LFM2-700M is a 0.7 billion parameter model from Liquid AI's new generation of hybrid models, specifically engineered for efficient edge AI and on-device deployment. It offers a 32,768 token context length and is built on a novel architecture featuring multiplicative gates and short convolutions (10 conv + 6 attn layers).

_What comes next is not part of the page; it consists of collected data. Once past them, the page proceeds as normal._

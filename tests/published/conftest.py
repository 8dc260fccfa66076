"""What the published checks share: a design's figures in the unit of the publication, hops, and part texts.

Each check names its source beside it; `from memory` marks figures that were not read again, `recomputed`
those that were reckoned again by other means before they were written down here.
"""

from __future__ import annotations

from collections.abc import Callable

import pytest

import tardigate
from tardigate.analysis.model import Grade
from tardigate.design import Settled

PER_NS = {"ns": 1.0, "ps": 1000.0}

Hops = dict[tuple[str, str, str, str], tuple[float | None, float | None, float | None]]


class Figures:
    """When nets settle and stir after the sources, in the unit asked for."""

    def __init__(self, settled: Settled, unit: str) -> None:
        self.settled, self.unit = settled, unit

    def _scaled(self, ns: float | None) -> float:
        assert ns is not None, "the net never changes"
        return round(ns * PER_NS[self.unit], 9)

    def settles(self, net: str) -> float:
        return self._scaled(self.settled.net(net).settles_ns)

    def stirs(self, net: str) -> float:
        return self._scaled(self.settled.net(net).stirs_ns)

    def both(self, net: str) -> tuple[float, float]:
        """Return (stirs, settles), the order of min and max."""
        return self.stirs(net), self.settles(net)

    def rise_and_fall(self, net: str) -> tuple[float, float]:
        """Return when the net has settled after rising, and after falling."""
        times = self.settled.net(net)
        return self._scaled(times.settles_rise_ns), self._scaled(times.settles_fall_ns)

    def earliest_rise_and_fall(self, net: str) -> tuple[float, float]:
        times = self.settled.net(net)
        return self._scaled(times.stirs_rise_ns), self._scaled(times.stirs_fall_ns)


def _figures(
    verilog: str,
    parts: str = "",
    unit: str = "ns",
    sources: tuple[str, ...] = (),
    grade: Grade = "span",
    condition: str | None = None,
) -> Figures:
    family = parts and f"family PUBLISHED {{ {parts} }}"
    design = tardigate.read_text(verilog, parts=family, grade=grade, condition=condition)
    return Figures(design.settle(grade, sources=sources), unit)


def _hops(verilog: str, parts: str = "", condition: str | None = None) -> Hops:
    family = parts and f"family PUBLISHED {{ {parts} }}"
    graph = tardigate.read_text(verilog, parts=family, condition=condition).networkx()
    found: Hops = {}
    for (_, edge_in), (_, edge_out), hop in graph.edges(data=True):
        key = (hop["from_pin"], edge_in, hop["to_pin"], edge_out)
        assert key not in found, "one instance, one hop a pair of edges"
        found[key] = (hop["delay_min_ns"], hop["delay_typ_ns"], hop["delay_max_ns"])
    return found


@pytest.fixture(scope="session")
def figures() -> Callable[..., Figures]:
    """`figures(verilog, parts, unit, sources, grade, condition)`; `parts` is the inside of a family."""
    return _figures


@pytest.fixture(scope="session")
def hops() -> Callable[..., Hops]:
    """`hops(verilog, parts, condition)`: (pin, edge, pin, edge) → (min, typ, max), ns, of one part."""
    return _hops


@pytest.fixture(scope="session")
def flip_flop() -> Callable[..., str]:
    """`flip_flop("30:-:50", "ps")`: the entry of a D flip-flop `FF` with that clock-to-output delay."""
    return lambda cell, unit="ns": (
        "part FF { inputs D, CK; outputs Q; register posedge CK { Q = D; } "
        f"times {unit} {{ tpd CK => Q {cell}; }} }}"
    )


@pytest.fixture(scope="session")
def block() -> Callable[..., str]:
    """`block("ALU", "A, B", "Y", 200, "ps")`: a part whose every output follows every input after a delay."""
    return lambda name, inputs, outputs, delay, unit="ns": (
        f"part {name} {{ inputs {inputs}; outputs {outputs}; "
        f"times {unit} {{ tpd {inputs} *> {outputs} {delay}; }} }}"
    )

Key Capabilities & Features

  • Optimized Performance: Achieves 3x faster training and 2x faster decode/prefill speeds on CPU compared to previous generations and Qwen3, respectively.
  • Benchmark Outperformance: Surpasses similarly-sized models in knowledge, mathematics, instruction following, and multilingual benchmarks.
  • Flexible Deployment: Designed for efficient operation across CPU, GPU, and NPU hardware.
  • Multilingual Support: Supports English, Arabic, Chinese, French, German, Japanese, Korean, and Spanish.
  • Tool Use: Incorporates a structured tool-use mechanism with JSON function definitions and Pythonic function calls.
  • Training: Trained on 10 trillion tokens using knowledge distillation from LFM1-7B, large-scale SFT, custom DPO, and iterative model merging.

Recommended Use Cases

LFM2-700M is particularly suited for fine-tuning on narrow applications to maximize performance. It is recommended for:

  • Agentic tasks
  • Data extraction
  • Retrieval Augmented Generation (RAG)
  • Creative writing
  • Multi-turn conversations

However, it is not recommended for knowledge-intensive tasks or those requiring strong programming skills.